PROBLEM TO WORK ON >> Each of the lines below must be retyped character for character.

STORED DATA >>
import type { Plan, Range, ReadingDefinition } from '../plan.ts';
import { newDraft, newMeasurand } from './new-draft.ts';
import type { DraftMeasurand, DraftReading, PlanDraft } from './plan-draft.ts';

/** A number as text with one meaning: 1.234 could be a thousand and more, 1.2340 could not. */
const typed = (value: number | null) =>
  value === null ? '' : String(value).replace(/^(-?[1-9]\d{0,2}\.\d{3})$/, '$&0');
const typedRange = ({ min, max }: Range) => ({ min: typed(min), max: typed(max) });

/** Returns the draft of a new campaign in the frame of an earlier one: all but title, question and fixed ids. */
export function draftFromTemplate(plan: Plan): PlanDraft {
  const draft = draftFromPlan(plan);
  return {
    ...draft,
    title: '',
    question: '',
    measurands: draft.measurands.map((measurand) => ({ ...measurand, id: '' }))
  };
}

/**
 * Returns a draft that means the same plan: for an issued plan that is to be amended.
 *
 * `readDraft(draftFromPlan(plan)).plan` equals the plan.
 *
 * **Checked by** test/core/campaign/draft/draft-from-plan.test.ts
 */
export function draftFromPlan(plan: Plan): PlanDraft {
  const alone = new Set(plan.measurands.filter(({ formula }) => formula === null).map(({ id }) => id));
  const measurands = plan.measurands.map((measurand, i): DraftMeasurand => {
    const { formula, direction, kind } = measurand;
    const reading = plan.readings.find(({ id }) => id === measurand.id);
    return {
      ...newMeasurand([]),
      ...(reading && formula === null ? takenOf(reading) : {}),
      key: `y${i + 1}`,
      id: measurand.id,
      label: measurand.label,
      unit: measurand.unit,
      decimals: typed(measurand.decimals),
      source: formula !== null ? 'formula' : kind === 'rank' ? 'rank' : 'read',
      formula: formula ?? '',
      direction: direction.kind,
      target: direction.kind === 'target' ? typed(direction.value) : '',
      possible: typedRange(measurand.possible),
      expected: typedRange(measurand.expected),
      scatter: typed(measurand.scatter),
      difference: typed(measurand.difference),
      equivalenceMargin: typed(measurand.equivalenceMargin)
    };
  });
  const primaryAt = plan.measurands.findIndex(({ id }) => id === plan.primary?.measurand);
  const blank = newDraft({ precautions: plan.precautions, ruinReasons: plan.ruinReasons });
  return {
    ...blank,
    title: plan.title,
    question: plan.question,
    operator: plan.operator,
    treatments: plan.treatments.map(({ id, name, specimens, control, note }) => ({
      key: id,
      name,
      specimens: typed(specimens),
      control,
      note
    })),
    machines: plan.machines.map(({ id, name, layout, slots }) => ({
      key: id,
      name,
      layout: layout.kind,
      columns: layout.kind === 'grid' ? typed(layout.columns) : '2',
      slots: slots.map((slot) => ({ ...slot }))
    })),
    sessionsPerShift: typed(plan.sessionsPerShift),
    minutesPerSession: typed(plan.minutesPerSession),
    runMinutes: typed(plan.runSeconds === null ? null : plan.runSeconds / 60),
    readings: plan.readings
      .filter(({ id }) => !alone.has(id))
      .map((reading, i): DraftReading => ({
        key: `r${i + 1}`,
        id: reading.id,
        label: reading.label,
        unit: reading.unit,
        decimals: typed(reading.decimals),
        possible: typedRange(reading.possible),
        expected: typedRange(reading.expected),
        ...takenOf(reading)
      })),
    constants: plan.constants.map(({ id, label, value, unit }, i) => ({
      key: `c${i + 1}`,
      id,
      label,
      value: typed(value),
      unit
    })),
    measurands,
    conditions: plan.conditions.map(({ id, label, kind, unit, window }) => ({
      key: id,
      label,
      kind,
      unit,
      window: typedRange(window)
    })),
    open: plan.open,
    primary: plan.primary
      ? {
          measurand: measurands[primaryAt]?.key ?? '',
          sessions: plan.primary.sessions,
          comparison: plan.primary.comparison,
          adjustment: plan.primary.adjustment,
          alpha: typed(plan.primary.alpha),
          slotInModel: plan.primary.slotInModel
        }
      : blank.primary
  };
}

const takenOf = ({ when, repeats, resolution, mayStopAtLimit }: ReadingDefinition) => ({
  when: when.kind,
  point: when.kind === 'at' ? typed(when.point) : '',
  pointUnit: when.kind === 'at' ? when.unit : '',
  repeats: typed(repeats),
  resolution: typed(resolution),
  mayStopAtLimit
});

RESULT >>
import type { Plan, Range, ReadingDefinition } from '../plan.ts';
import { newDraft, newMeasurand } from './new-draft.ts';
import type { DraftMeasurand, DraftReading, PlanDraft } from './plan-draft.ts';

/** A number as text with one meaning: 1.234 could be a thousand and more, 1.2340 could not. */
const typed = (value: number | null) =>
  value === null ? '' : String(value).replace(/^(-?[1-9]\d{0,2}\.\d{3})$/, '$&0');
const typedRange = ({ min, max }: Range) => ({ min: typed(min), max: typed(max) });

/** Returns the draft of a new campaign in the frame of an earlier one: all but title, question and fixed ids. */
export function draftFromTemplate(plan: Plan): PlanDraft {
  const draft = draftFromPlan(plan);
  return {
    ...draft,
    title: '',
    question: '',
    measurands: draft.measurands.map((measurand) => ({ ...measurand, id: '' }))
  };
}

/**
 * Returns a draft that means the same plan: for an issued plan that is to be amended.
 *
 * `readDraft(draftFromPlan(plan)).plan` equals the plan.
 *
 * **Checked by** test/core/campaign/draft/draft-from-plan.test.ts
 */
export function draftFromPlan(plan: Plan): PlanDraft {
  const alone = new Set(plan.measurands.filter(({ formula }) => formula === null).map(({ id }) => id));
  const measurands = plan.measurands.map((measurand, i): DraftMeasurand => {
    const { formula, direction, kind } = measurand;
    const reading = plan.readings.find(({ id }) => id === measurand.id);
    return {
      ...newMeasurand([]),
      ...(reading && formula === null ? takenOf(reading) : {}),
      key: `y${i + 1}`,
      id: measurand.id,
      label: measurand.label,
      unit: measurand.unit,
      decimals: typed(measurand.decimals),
      source: formula !== null ? 'formula' : kind === 'rank' ? 'rank' : 'read',
      formula: formula ?? '',
      direction: direction.kind,
      target: direction.kind === 'target' ? typed(direction.value) : '',
      possible: typedRange(measurand.possible),
      expected: typedRange(measurand.expected),
      scatter: typed(measurand.scatter),
      difference: typed(measurand.difference),
      equivalenceMargin: typed(measurand.equivalenceMargin)
    };
  });
  const primaryAt = plan.measurands.findIndex(({ id }) => id === plan.primary?.measurand);
  const blank = newDraft({ precautions: plan.precautions, ruinReasons: plan.ruinReasons });
  return {
    ...blank,
    title: plan.title,
    question: plan.question,
    operator: plan.operator,
    treatments: plan.treatments.map(({ id, name, specimens, control, note }) => ({
      key: id,
      name,
      specimens: typed(specimens),
      control,
      note
    })),
    machines: plan.machines.map(({ id, name, layout, slots }) => ({
      key: id,
      name,
      layout: layout.kind,
      columns: layout.kind === 'grid' ? typed(layout.columns) : '2',
      slots: slots.map((slot) => ({ ...slot }))
    })),
    sessionsPerShift: typed(plan.sessionsPerShift),
    minutesPerSession: typed(plan.minutesPerSession),
    runMinutes: typed(plan.runSeconds === null ? null : plan.runSeconds / 60),
    readings: plan.readings
      .filter(({ id }) => !alone.has(id))
      .map((reading, i): DraftReading => ({
        key: `r${i + 1}`,
        id: reading.id,
        label: reading.label,
        unit: reading.unit,
        decimals: typed(reading.decimals),
        possible: typedRange(reading.possible),
        expected: typedRange(reading.expected),
        ...takenOf(reading)
      })),
    constants: plan.constants.map(({ id, label, value, unit }, i) => ({
      key: `c${i + 1}`,
      id,
      label,
      value: typed(value),
      unit
    })),
    measurands,
    conditions: plan.conditions.map(({ id, label, kind, unit, window }) => ({
      key: id,
      label,
      kind,
      unit,
      window: typedRange(window)
    })),
    open: plan.open,
    primary: plan.primary
      ? {
          measurand: measurands[primaryAt]?.key ?? '',
          sessions: plan.primary.sessions,
          comparison: plan.primary.comparison,
          adjustment: plan.primary.adjustment,
          alpha: typed(plan.primary.alpha),
          slotInModel: plan.primary.slotInModel
        }
      : blank.primary
  };
}

const takenOf = ({ when, repeats, resolution, mayStopAtLimit }: ReadingDefinition) => ({
  when: when.kind,
  point: when.kind === 'at' ? typed(when.point) : '',
  pointUnit: when.kind === 'at' ? when.unit : '',
  repeats: typed(repeats),
  resolution: typed(resolution),
  mayStopAtLimit
});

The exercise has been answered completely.